Klinic cross-claimed for cancellation of the MDerma registration under s88(1)(a). Klinic claimed that, since at least June 2015, it has been the exclusive Australian distributor of MDerma micro-needling skin treatment products manufactured by Dermapen LLC of the USA. Cancellation may be made on any of the grounds on which registration of the MDerma mark could have been opposed. Here, Judge Street was satisfied Klinic had established grounds of opposition under s58 ownership, s59 intention to use and s62A bad faith.

Significantly, C&S failed in its application for adjournment. Further, it was not represented at the hearing and an affidavit it previously filed was not read.

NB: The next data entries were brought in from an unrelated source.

class _BottomSample:
    """Per group, the values of the ``size`` members with the smallest row hash.

    Values are kept in single precision (ample for robust centres and spreads) and hashes
    as their top 32 bits; equal hashes keep row order, so the sample stays deterministic.
    An entry's group code and hash travel as one sort key, ``code << 32 | hash``.

    New values wait in a pending list and are merged (sorted, cut to ``size`` per group)
    only when the pending part outgrows half the kept part, so the work stays O(n log n)
    over a run and memory stays below about groups x size x 1.5 entries (a merge briefly
    needs about twice that: at 50M demo rows the pass peaked 600 MB with merges at the
    kept part's size, 360 MB at half of it, in the same time).  The kept entries are
    sorted by key, that is by (group, hash).
    """

    def __init__(self, size: int) -> None:
        self.largest = size  # the size while few groups share the budget
        self.size = size
        # compact types: the sample can hold groups x size entries (12 bytes each)
        self.keys = np.empty(0, dtype=np.uint64)
        self.values = np.empty(0, dtype=np.float32)
        self.counts = np.zeros(0, dtype=np.int64)
        self.cutoff = np.empty(0, dtype=np.uint32)  # largest kept hash of a full group
        self.pending: list[tuple[np.ndarray, np.ndarray]] = []
        self.pending_size = 0

    @property
    def codes(self) -> np.ndarray:
        """The group code of each kept entry."""
        return _codes_of(self.keys)

    def add(self, codes: np.ndarray, hashes: np.ndarray, values: np.ndarray) -> None:
        """Offer rows: their group codes, 64-bit row hashes and values (NaN: not counted)."""
        self.add_rows(_RowKeys.of(codes, hashes), values)

    def add_rows(self, rows: _RowKeys, values: np.ndarray) -> None:
        """Offer the rows of a batch with their values (NaN: not counted)."""
        with np.errstate(over="ignore"):  # beyond the single-precision range: infinite
            values = values[rows.rows].astype(np.float32)
        codes, keys = rows.codes, rows.keys
        present = ~np.isnan(values)
        if not present.all():
            codes, keys, values = codes[present], keys[present], values[present]
        if not len(codes):
            return
        self._grow(int(codes[-1]) + 1)  # codes ascend
        self.counts += np.bincount(codes, minlength=len(self.counts))
        below = (keys & _HASH_MASK) < self.cutoff[codes]
        if not below.all():
            keys, values = keys[below], values[below]
        self._offer(keys, values)

    def merge(self, other: _BottomSample, codes: np.ndarray) -> None:
        """Take in the sample of ``other``, drawn from rows after all of this sample's.

        ``codes[c]`` is this sample's group code for group code ``c`` of ``other``.  The
        result is the sample of all rows of both: equal hashes keep row order because
        ``other``'s rows come later.
        """
        other._merge()
        groups = codes[:len(other.counts)]
        if not len(groups):
            return
        self._grow(int(groups.max()) + 1)
        self.counts[groups] += other.counts  # codes are distinct: no repeated index
        keys, values = _renumbered(other.keys, other.values, groups)
        below = np.flatnonzero((keys & _HASH_MASK) < self.cutoff[_codes_of(keys)])
        self._offer(keys[below], values[below])

    def _offer(self, keys: np.ndarray, values: np.ndarray) -> None:
        """Queue entries, sorted by key (equal keys in row order), for the next merge;
        merge when enough wait.

        A group with more of them than the sample keeps is cut at once: the queue is a
        list of short sorted runs, which a merge joins in close to linear time.
        """
        size = sample_size(int(np.count_nonzero(self.counts)), self.largest)
        keys, values = self._cut(keys, values, size)
        self.pending.append((keys, values))
        self.pending_size += len(keys)
        if self.pending_size > max(_MERGE_AT, len(self.keys) // 2):
            self._merge()

    def _merge(self, final: bool = False) -> None:
        """Fold the pending entries in and cut every group to its ``size`` smallest hashes.

        The kept entries and each pending run are sorted by key, so one stable sort finds
        the runs and merges them (close to linear time); equal keys keep the earlier rows
        first, as the runs are in row order.
        """
        size = sample_size(int(np.count_nonzero(self.counts)), self.largest)
        if not self.pending and not (final and size < self.size):
            return
        self.size = size  # never grows: groups only gain members
        keys, values = self.keys, self.values
        if self.pending:
            runs = [(keys, values)] * bool(len(keys)) + self.pending
            # drop every reference to the parts as soon as they are joined: the merge is
            # the pass's memory peak, several times the sample itself
            self.keys = self.values = keys = values = np.empty(0)
            self.pending, self.pending_size = [], 0
            several = len(runs) > 1
            keys = np.concatenate([run[0] for run in runs])
            values = np.concatenate([run[1] for run in runs])
            del runs
            if several:
                order = np.argsort(keys, kind="stable")
                keys = keys[order]
                values = values[order]
                del order
        self.keys, self.values = self._cut(keys, values, size)

    def _cut(self, keys: np.ndarray, values: np.ndarray, size: int
             ) -> tuple[np.ndarray, np.ndarray]:
        """Entries sorted by key (equal keys in row order) cut to ``size`` per group.

        Each group with ``size`` entries or more gets the hash of its ``size``-th as its
        cutoff: later rows need a smaller hash to enter.
        """
        groups, starts, entries = _group_runs(keys)
        full = np.flatnonzero(entries >= size)
        if not len(full):
            return keys, values
        self.cutoff[groups[full]] = (keys[starts[full] + size - 1] & _HASH_MASK).astype(np.uint32)
        over = full[entries[full] > size]
        if not len(over):
            return keys, values
        extra = entries[over] - size  # each over-full group's entries after its size-th
        first = np.cumsum(extra) - extra
        dropped = np.repeat(starts[over] + size - first, extra) + np.arange(int(extra.sum()))
        kept = np.ones(len(keys), dtype=bool)
        kept[dropped] = False
        return keys[kept], values[kept]

    def _grow(self, groups: int) -> None:
        extra = groups - len(self.counts)
        if extra > 0:
            self.counts = np.concatenate([self.counts, np.zeros(extra, dtype=np.int64)])
            self.cutoff = np.concatenate(
                [self.cutoff, np.full(extra, np.iinfo(np.uint32).max, dtype=np.uint32)])

    def summary(self, groups: int) -> GroupSummary:
        self._merge(final=True)
        self._grow(groups)
        order = _GroupOrder.of_sample(self.keys, self.values)
        median = np.full(groups, np.nan)
        median[order.groups] = order.median()
        centre = median[order.groups].astype(np.float32)
        deviation = order.deviation_median(centre)
        if deviation is None:  # infinite values: sort the deviations themselves
            codes = self.codes
            spread = MAD_TO_SIGMA * _group_median(
                codes, np.abs(self.values - median[codes].astype(np.float32)), groups)
        else:
            spread = np.full(groups, np.nan)
            spread[order.groups] = MAD_TO_SIGMA * deviation
        return GroupSummary(self.counts.copy(), median, spread)


_HASH_BITS = np.uint64(32)
#: entries sorted at once where whole groups can be sorted apart (fits a processor cache)
_SORT_PIECE = 1 << 18
_HASH_MASK = np.uint64(0xFFFFFFFF)
_SIGN_BIT = np.uint32(0x80000000)


def _sort_key(codes: np.ndarray, hashes: np.ndarray) -> np.ndarray:
    """One uint64 per entry ordering by group code, then hash (codes >= 0, hashes < 2**32)."""
    return (codes.astype(np.uint64) << _HASH_BITS) | hashes.astype(np.uint64, copy=False)
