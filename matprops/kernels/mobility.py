"""Low-field carrier mobility in doped silicon, in cm^2/(V s).

Every kernel takes the temperature (K) and the donor and acceptor densities
(cm^-3) — total or ionised, as the model file's ``dopant_densities`` says — and
returns the mobility of the carrier its coefficient set describes. Klaassen's
unified model also takes the free-carrier densities n and p (cm^-3).

Powers are written ``exp(a log x)`` (half the cost of a non-integer ``**`` in
numpy); models whose density term is ``(N / N_r)^a`` treat N = 0 as the lattice
limit.

Every kernel is written against the array API standard (see :mod:`._xp`) and has
analytic derivatives (``kernel.derivatives``: the mobility and its partials with
respect to each input, cm^2/(V s) per input unit).
"""

import functools

import numpy as np

from ._coefficients import is_dual
from ._spec import derivatives_of, kernel
from ._xp import asfloat, errstate, interp, namespace, zeros_like

__all__ = [
    "arora",
    "caughey_thomas",
    "g_minimum",
    "klaassen",
    "masetti",
    "masetti_lattice_temperature",
]

_DOPING = {"temperature": "K", "donor_density": "cm^-3", "acceptor_density": "cm^-3"}
_MOBILITY = "cm^2/(V*s)"


def _log(x, xp=np):
    with errstate(xp, divide="ignore"):
        return xp.log(x)


def _flog(value):
    """numpy's log of a coefficient, as a Python float (computed once; a coefficient
    under differentiation: its log)."""
    return np.log(value) if is_dual(value) else _cached_log(value)


@functools.lru_cache(maxsize=256)
def _cached_log(value: float) -> float:
    return float(np.log(value))


def _total(donor_density, acceptor_density, xp=np):
    return asfloat(xp, donor_density) + asfloat(xp, acceptor_density)


def _same_for_both(slope):
    """Partials of a model of N = Nd + Na: the same for both densities."""
    return {"donor_density": slope, "acceptor_density": slope}


# --------------------------------------------------------------------------- Masetti


def _masetti(
    n,
    lattice,
    *,
    min_mobility_1,
    min_mobility_2,
    drop_mobility,
    reference_density,
    alpha,
    drop_density,
    beta,
    cutoff_density,
    xp=np,
    slopes=False,
):
    log_n = _log(n, xp)
    with errstate(xp, divide="ignore", invalid="ignore"):
        cutoff = xp.exp(-cutoff_density / n) if cutoff_density > 0 else zeros_like(xp, n) + 1.0
    fall = 1.0 + xp.exp(alpha * (log_n - _flog(reference_density)))
    drop = 1.0 + xp.exp(beta * (_flog(drop_density) - log_n))
    value = min_mobility_1 * cutoff + (lattice - min_mobility_2) / fall - drop_mobility / drop
    if not slopes:
        return value
    # d/dN of each term; d/dlattice = 1/fall
    with errstate(xp, divide="ignore", invalid="ignore"):
        d_cutoff = cutoff * cutoff_density / (n * n) if cutoff_density > 0 else 0.0
        d_fall = alpha * (fall - 1.0) / n
        d_drop = -beta * (drop - 1.0) / n
        d_n = (
            min_mobility_1 * d_cutoff
            - (lattice - min_mobility_2) * d_fall / (fall * fall)
            + drop_mobility * d_drop / (drop * drop)
        )
    return value, d_n, 1.0 / fall
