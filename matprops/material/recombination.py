"""Recombination: radiative coefficient, intrinsic and SRH lifetimes, effective lifetime,
implied voltage.

Composition rules (each shown in the provenance of what it returns):

- Equilibrium densities n0, p0 come from the release's equilibrium solver (its
  ionisation, narrowing and statistics, hence its effective intrinsic density:
  ``n0 p0 = n_i,eff^2``), solved once per (T, Na, Nd) point and shared by every
  excess density; or they are given (``n0=``, ``p0=``). The excess density is uniform
  and the same for electrons and holes (no trapping).
- An intrinsic-lifetime model keeps the radiative term it was fitted with:
  ``richter-2012`` its B_low (4.73e-15 cm^3/s), ``kerr-2002`` its 9.5e-15 cm^3/s. Only
  a model without one (``dziewior-1977``) takes the release's radiative coefficient.
  The model file's ``[fit]`` section records the intrinsic density and narrowing the
  model was fitted with; where the release's narrowing is another, a ValidityWarning
  says so (the minority densities, and with them the lowest-injection lifetimes,
  differ).
- SRH: a defect level stays at its distance from the band edge it is quoted against
  (Nc, Nv of the release), ``n1 p1 = n0 p0``; capture times ``1/(sigma v_th N_t)``
  with the thermal velocity the cross-sections were extracted with when the defect
  names it, the release's otherwise. Several defects add their rates.
- Effective lifetime: ``1/tau_eff = 1/tau_intrinsic + sum 1/tau_SRH`` at the same
  excess density (no surface recombination).
- Implied voltage: steady state, uniform generation through the thickness, flat
  carrier profile (diffusion length well above the thickness, no surface
  recombination): ``G = J/(q W)`` or ``Phi/W`` equals ``dn / tau_eff(dn)``; then
  ``V = (kT/q) ln[(n0 + dn)(p0 + dn)/(n0 p0)]`` (Boltzmann statistics, the narrowing
  of equilibrium).

The numbers are model estimates: for decisions with consequences defer to measured
lifetimes and voltages.
"""

from __future__ import annotations

import dataclasses
from collections.abc import Mapping
from typing import TYPE_CHECKING, Any

import numpy as np

from ..catalogue import defects as defect_catalogue
from ..errors import (
    InputError,
    SolverError,
    UnitError,
)
from ..kernels import implied_voltage as voltage_kernel
from ..kernels import srh_lifetime as srh
from ..kernels._blocks import evaluate
from ..kernels.constants import BOLTZMANN_EV, ELEMENTARY_CHARGE
from ..units import coerce, quantity, unit
from .carriers import CARRIER_FIELDS
from .composition import complete_ionisation
from .registry import (
    EXCESS,
    LIFETIME_DOPING,
    LIFETIME_TEMPERATURES,
    TEMPERATURES,
    Part,
    case,
)
from .registry import quantity as declare
from .results import Result

__all__ = ["ImpliedVoltage", "Lifetimes", "RecombinationMethods"]

_EQUILIBRIUM = ("densities_of_states", "intrinsic_density", "gap_narrowing", "ionisation")
_SRH = ("srh_lifetime", "thermal_velocity", "band_gap")
_INJECTED = ("acceptor_density", "donor_density", "excess_density")


def _defect_cases(si):
    """Shockley-Read-Hall lifetime of every defect of the catalogue, p- and n-type."""
    if "srh_lifetime" not in si.models:
        return []
    cases = []
    for name in defect_catalogue.names(si.catalogue):
        entry = defect_catalogue.defect(name, si.catalogue)
        fixed = (
            {"defect": name, "density": 1e11}
            if entry.absolute
            else {"defect": name, "electron_capture_time": 1e-5}
        )
        for doping in ("Na", "Nd"):
            cases.append(
                case(
                    f"srh_lifetime_{name}_{doping}",
                    fixed=fixed,
                    temperature=[250.0, 300.0, 350.0],
                    **{doping: [1e14, 1e15, 1e16, 1e17]},
                    excess=[1e12, 1e14, 1e16],
                )
            )
    return cases


ASSUMPTIONS = (
    "steady state; generation uniform through the thickness; flat carrier "
    "profile (diffusion length well above the thickness) and no surface "
    "recombination; dn = dp (no trapping); Boltzmann statistics for the "
    "quasi-Fermi-level splitting, with the narrowing of equilibrium"
)
# with a narrowing that depends on the free carriers (Schenk's, its fit conventions say so)
ASSUMPTIONS_INJECTED = (
    "steady state; generation uniform through the thickness; flat carrier "
    "profile (diffusion length well above the thickness) and no surface "
    "recombination; dn = dp (no trapping); the quasi-Fermi-level splitting "
    "qV = kT ln[n p / (gamma_n gamma_p ni_eff(n, p)^2)] with the narrowing at the "
    "injected densities n = n0 + dn, p = p0 + dn and the Fermi-Dirac degeneracy "
    "factors gamma there; every recombination rate takes n p - ni_eff(n, p)^2"
)
LIFETIME_ASSUMPTIONS = (
    "dn = dp (no trapping); uniform excess density; the rates vanish in equilibrium (n p - n0 p0)"
)
LIFETIME_ASSUMPTIONS_INJECTED = (
    "dn = dp (no trapping); uniform excess density; every rate takes "
    "n p - ni_eff(n, p)^2 with the narrowing at the injected densities (the "
    "material's narrowing depends on the free carriers)"
)


@dataclasses.dataclass(frozen=True, repr=False)
class Lifetimes(Result):
    """Lifetimes at one excess density (arrays broadcast to one shape), s.

    ``effective_lifetime`` combines ``intrinsic_lifetime`` (whose parts are
    ``auger_lifetime`` and ``radiative_lifetime``) and ``srh_lifetime`` (all defects
    together; None without defects).
    """

    effective_lifetime: object
    intrinsic_lifetime: object
    auger_lifetime: object
    radiative_lifetime: object
    srh_lifetime: object
    excess_density: object
    equilibrium_electron_density: object
    equilibrium_hole_density: object
    assumptions: str
    provenance: dict = dataclasses.field(compare=False)


@dataclasses.dataclass(frozen=True, repr=False)
class ImpliedVoltage(Result):
    """Steady-state implied open-circuit voltage of a uniformly illuminated sample."""

    implied_voltage: object
    excess_density: object
    generation_rate: object
    effective_lifetime: object
    intrinsic_lifetime: object
    srh_lifetime: object
    equilibrium_electron_density: object
    equilibrium_hole_density: object
    assumptions: str
    provenance: dict = dataclasses.field(compare=False)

Under the ownership ground, the court found that Klinic was a prior user of the MDerma mark and had a prior claim of ownership through such use which is superior to, and defeats, the claim to ownership by C&S arising from the act of filing its trademark registration. There was no evidence of any earlier use by C&S.

Under the lack of intention to use ground, the court accepted that Klinic had demonstrated a prima facie case of a lack of intention by C&S to use the MDerma mark, and C&S failed to discharge the onus upon it in respect of demonstrating its intention to use the mark. That prima facie case was supported by the fact that, as at the 29 September 2015 priority date, C&S or an authorised user had not used the MDerma Trade Mark in Australia and had not at any time used in Australia MDerma as a trade mark.

Under the bad faith ground, there was no explanation before the Court as to the circumstances in which C&S obtained registration of the MDerma mark. Given the prior use by Klinic, the the court inferred that the conduct by C&S in obtaining the registration falls short of the standard of acceptable commercial behaviour by a reasonable and experienced person. The court made this finding having taken into account the publicity and other activities surrounding the promotion of MDerma products by Klinic in Australia before the priority date of the MDerma trademark registration by C&S. The court found that C&S must have been aware of that use.

Consequently, the court ordered cancellation of the MDerma trade mark from the date of its registration and it followed that the infringement claim by C&S could not succeed.